Is This The End of Farming?
For the best part of the past 30 years, people in Australia’s largest capital cities have been spending a large part of their waking hours talking about house prices.
If they’re one of the eleven million or so Australians who own at least one property (usually the one that they live in) – and especially if they’re one of the two million who now own two or more properties – then they’ll have been thrilled by the fact that property prices have risen by more than 400% over that interval. That’s four times as fast as consumer prices, and twice as fast as average weekly earnings have risen over the past 30 years.
Of course, if they haven’t been able to get their first foot on the property ownership ladder, they might have a different perspective. And there are more of them than there used to be. At the last census in 2016, the home ownership rate among people aged between 25 and 34 had fallen to its lowest level since the census of 1947; while the home ownership rate among people aged between 35 and 44 had fallen to just one percentage point above where it had been at the census of 1954. Almost certainly, when the results of the census which we completed last month are published some time next year, the home ownership rates among these age groups will have fallen even further. Even among 45 to 54 year-olds, the home ownership rate is likely to be down to where it was at the 1961 census.
There might even be some sympathy for the increased difficulties facing people in these age groups among their parents, especially those whose ‘downsizing’ or ‘sea-changing’ plans might have been frustrated by the fact that that their 20- or 30-something children are still living with them.

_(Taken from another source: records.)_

import { spawnSync } from 'node:child_process';
import { join } from 'node:path';
import { runTests } from './run-tests.ts';
import { sentenceOf } from './sentence-of.ts';

const root = join(import.meta.dirname, '../..');
const program = (path: string) => join(root, 'node_modules', path);

// In the order in which they fail fastest.
const steps = [
  { what: 'Format and lint', program: program('@biomejs/biome/bin/biome'), args: ['check', '.'] },
  { what: 'Types', program: program('typescript/bin/tsc'), args: ['--noEmit'] },
  { what: 'Dead code', program: program('knip/bin/knip.js'), args: [] },
] as const;
const build = { what: 'Build', program: program('vite/bin/vite.js'), args: ['build'] } as const;

function passes(step: { readonly what: string; readonly program: string; readonly args: readonly string[] }): boolean {
  process.stdout.write(`\n${step.what}\n`);
  return spawnSync(process.execPath, [step.program, ...step.args], { cwd: root, stdio: 'inherit' }).status === 0;
}

async function check(): Promise<number> {
  for (const step of steps) if (!passes(step)) return 1;
  process.stdout.write('\nTests\n');
  const code = await runTests(process.argv.slice(2));
  if (code !== 0) return code;
  return passes(build) ? 0 : 1;
}

process.exitCode = await check().catch((error: unknown) => {
  process.stderr.write(`${sentenceOf(error)}\n`);
  return 1;
});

Until recently, people living outside the capital cities wouldn’t have been nearly as obsessed with talking about property prices. Over the 29 years to March last year, property prices in regional Australia had risen by ‘only’ 192% – more than the general price level, to be sure, but more or less in line with the increase in average earnings over that period.
But since then, property prices in regional Australia have been rising more rapidly than in the capital cities. Since March last year, they have risen by 23% across regional Australia as a whole, and by 27% in regional NSW, compared with 15% in the five largest capital cities. Again, this is good news if you already own one or more of those properties – but not so welcome if you don’t, but have been trying to do so.
Something similar has been happening with rents, too. Since March last year, rents have risen by more than 13% across regional Australia as a whole (and by just under 13% in regional NSW) – compared with just 5% in the five largest capital cities.
Covid-19 has had a lot to do with this. People have been fleeing lockdown afflicted capital cities in favour of places where the risk of catching Covid-19 appears to be much smaller. The greater acceptance by employers of ‘working from home’ – and the greater enthusiasm for it among employees – has made it more feasible, as well as attractive, to live in regional cities or towns from which a daily commute wouldn’t be feasible.
Attesting to this, almost 14,000 more people moved to regional areas of New South Wales in the twelve months to March this year, than left. A similar movement is evident in regional Victoria.
While this represents a ‘vote of confidence’ in regional areas, on the part of a growing number of people who’ve decided to move to them from the capital cities (or who have decided to stay in regional areas rather than move to capital cities), it also creates a problem, at least in the short term.
That’s because the increased demand for housing which it represents is outstripping the available supply of housing in most regional areas. Over the past decade, only 26% of all new residential buildings approved by local governments across New South Wales were in regional areas, even though regional areas accounted for about 35% of New South Wales’ total population. That share has picked up to just over 30% in the past two years, but there is a large backlog of unmet housing demand to be overcome.
Many of the factors contributing to the rapid inflation of property prices are of national origin – including record low interest rates, a renewed eagerness to lend on the part of banks, very large grants to first home buyers, and the assurance that the tax preferences enjoyed by property investors will continue no matter what the outcome of the next election. There’s nothing that regional communities can do about any of those things – apart, perhaps, from supporting local candidates at state and federal elections who are prepared to question some of those policies and agitate for change.
The one thing that regional communities which are experiencing rapid house price inflation – to the detriment of those wanting to buy a home, or having to rent, in them – can do is to facilitate increases in the supply of housing commensurate with the growth in demand for housing. Which means, among other things, being pro-active about creating the infrastructure required to make new housing developments ‘livable’ – and councils avoiding being unduly bureaucratic or obstructive in considering proposals for new residential buildings.
So, over to you, local councils and community groups.